Josh Johnson is a stand-up comedian, musician, and comedy writer known for touring with Trevor Noah on the LOUD & CLEAR tour.

Johnson was named New York's Funniest Stand Up at the New York Comedy Festival in 2018. He has written for The Daily Show with Trevor Noah since 2017. Prior to that he was a writer and performer on The Tonight Show Starring Jimmy Fallon which was where he made his late-night debut. His comedic story "Catfishing the KKK" has been viewed over 12 million times on YouTube.
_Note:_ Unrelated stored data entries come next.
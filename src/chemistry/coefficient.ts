import { type Fault, fault, replacement } from "../contract/problem.js";
import { decimal } from "../quantity/fraction.js";
import type { Coefficient } from "./equation.js";

/**
 * The coefficient at the start of a term (in plain signs), 1 where none stands, and where the species begins: `2`,
 * `1/2`, `½`, `2 *`. Refuses zero, decimals (with the fraction as mend) and more than six digits.
 */
export function readCoefficient(text: string): { coefficient: Coefficient; end: number } | Fault {
  const sign = { "½": [1, 2], "¼": [1, 4], "¾": [3, 4] }[text.charAt(0)];
  if (sign !== undefined) return { coefficient: { num: sign[0] ?? 1, den: sign[1] ?? 1 }, end: pastTimes(text, 1) };
  const decimals = /^\d+[.,]\d+/.exec(text)?.[0];
  if (decimals !== undefined) return notWhole(decimals);
  const found = /^(\d+)(?: ?\/ ?(\d+))?/.exec(text);
  if (found === null) return { coefficient: { num: 1, den: 1 }, end: 0 };
  const [all, num = "1", den = "1"] = found;
  const large = num.length > 6 || den.length > 6;
  if (large || Number(num) === 0 || Number(den) === 0) {
    return fault("coefficient-not-whole", { text: all, mend: "" }, { start: 0, end: all.length });
  }
  return { coefficient: lowestTerms(Number(num), Number(den)), end: pastTimes(text, all.length) };
}

function pastTimes(text: string, from: number): number {
  return from + (/^ *[*·×]? */.exec(text.slice(from))?.[0].length ?? 0);
}

function notWhole(text: string): Fault {
  const span = { start: 0, end: text.length };
  const short = text.length <= 8 ? decimal(text.replace(",", ".")) : null;
  if (short === null || short.num === 0n) return fault("coefficient-not-whole", { text, mend: "" }, span);
  const mend = short.den === 1n ? `${short.num}` : `${short.num}/${short.den}`;
  return fault("coefficient-not-whole", { text, mend }, span, [replacement(span, mend)]);
}

function lowestTerms(num: number, den: number): Coefficient {
  let [a, b] = [num, den];
  while (b !== 0) [a, b] = [b, a % b];
  return { num: num / a, den: den / a };
}
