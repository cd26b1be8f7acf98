import type { Span } from "../../contract/problem.js";
import { lexLine, type Token } from "../lexer.js";
import { positionAt } from "../lineIndex.js";
import type { Parsed } from "../parse.js";
import { parseLine } from "../parseLine.js";
import type { QuantityKind } from "../quantityKinds.js";
import type { Part } from "../shape.js";
import { type StatementRow, statementByHead } from "../statements.js";
import { partOfField } from "./partOfField.js";

/** What could be written at a place: what completion asks the parser for. Spans are those of the text. */
export interface WantedAt {
  /** what is being typed there and would be replaced: a word, or a text without its quotes */
  readonly span: Span;
  /** as much of it as stands before the place */
  readonly typed: string;
  /** the kind of line; null where its first word is being typed */
  readonly row: StatementRow | null;
  /** what may stand here */
  readonly parts: readonly Part[];
  /** the kind of quantity whose unit may stand here; null where none may */
  readonly unitOf: QuantityKind | null;
  /** inside a text in quotes; `open` where the closing one is missing */
  readonly inString: "no" | "closed" | "open";
  /** whether anything but a comment follows on the line */
  readonly restEmpty: boolean;
}

/** Null where nothing is wanted: in a comment. The line is read up to the place as if it ended there. */
export function wantedAt({ text, index }: Parsed, offset: number): WantedAt | null {
  const lineNumber = positionAt(index, offset).line;
  const start = index.starts[lineNumber] ?? 0;
  const line = text.slice(start, index.starts[lineNumber + 1] ?? text.length).replace(/[\r\n]+$/, "");
  const at = Math.min(offset - start, line.length);
  const tokens = lexLine(line);
  const token = tokens.find((one) => one.start < at && at <= one.end && !isBehindString(one, at));
  if (token?.kind === "comment") return null;
  const inString = token?.kind !== "string" ? "no" : token.open ? "open" : "closed";
  const word = token?.kind === "word" ? token : null;
  const from = inString !== "no" && token !== undefined ? token.start : (word?.start ?? at);
  const end = word?.end ?? at;
  const inner =
    inString !== "no" && token !== undefined
      ? { start: token.start + 1, end: token.open ? token.end : token.end - 1 }
      : { start: from, end };
  const before = line.slice(0, from);
  const row = statementByHead.get(lexLine(before)[0]?.text ?? "") ?? null;
  const isHead = before.trim() === "";
  const parts = isHead ? [] : flat(parseLine(before).wanted);
  return {
    span: { start: start + inner.start, end: start + inner.end },
    typed: line.slice(inner.start, at),
    row: isHead ? null : row,
    parts: row !== null && isInEquation(before, row) ? [...parts, { part: "species", label: "species" }] : parts,
    unitOf: inString === "no" && !isHead ? unitWanted(before) : null,
    inString,
    restEmpty: !tokens.some((one) => one.kind !== "comment" && one.start >= Math.max(end, at)),
  };
}

/** Behind the closing quote one is not in the text any more. */
function isBehindString({ kind, open, end }: Token, at: number): boolean {
  return kind === "string" && !open && at === end;
}

/** The parts that could begin here, one by one. */
function flat(parts: readonly Part[]): Part[] {
  return parts.flatMap((part): Part[] => {
    if (part.part === "optional") return flat(part.parts.slice(0, 1));
    if (part.part === "either" || part.part === "any")
      return flat(part.options.flatMap((option) => option.slice(0, 1)));
    return part.part === "list" ? flat([part.of]) : [part];
  });
}

/** An equation takes whatever follows: a species may stand behind an arrow or a plus sign. */
function isInEquation(before: string, row: StatementRow): boolean {
  if (partOfField(row, "equation") === null) return false;
  return /(?:->|<=>|[→⇌]|\s\+|^\s*(?:reaction|by|is))\s*(?:\d+(?:\/\d+)?\s+)?$/.test(before);
}

/** The kind of quantity of which only the unit is still to be written: numbers and nothing else stand before the place. */
function unitWanted(before: string): QuantityKind | null {
  if (!/\s$/.test(before)) return null;
  const tokens = lexLine(before);
  let kind: QuantityKind | null = null;
  for (let at = tokens.length - 1; at > 0; at--) {
    const token = tokens[at] as Token;
    const isNumber = token.kind === "word" && /^\(?[+\-−]?[\d.,]/.test(token.text);
    if (!isNumber && !/^(±|\+\/[-−])$/.test(token.text)) break;
    const wanted = flat(parseLine(before.slice(0, token.start)).wanted);
    for (const part of wanted) if (isNumber && part.part === "quantity") kind = part.kind;
  }
  return kind;
}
Johnson's first half-hour special was on Comedy Central in 2017. His first hour-long special #(HASHTAG) premiered on Paramount+ and was named one of the best comedy specials of 2021 by Vulture Magazine. In 2021 Johnson took bits from his stand-up and interspersed "deepy sincere music" in a 33-track mixtape album called Elusive which he worked on with Mike Relm.

In 2018, he appeared on the Netflix stand-up comedy series, "The Comedy Lineup".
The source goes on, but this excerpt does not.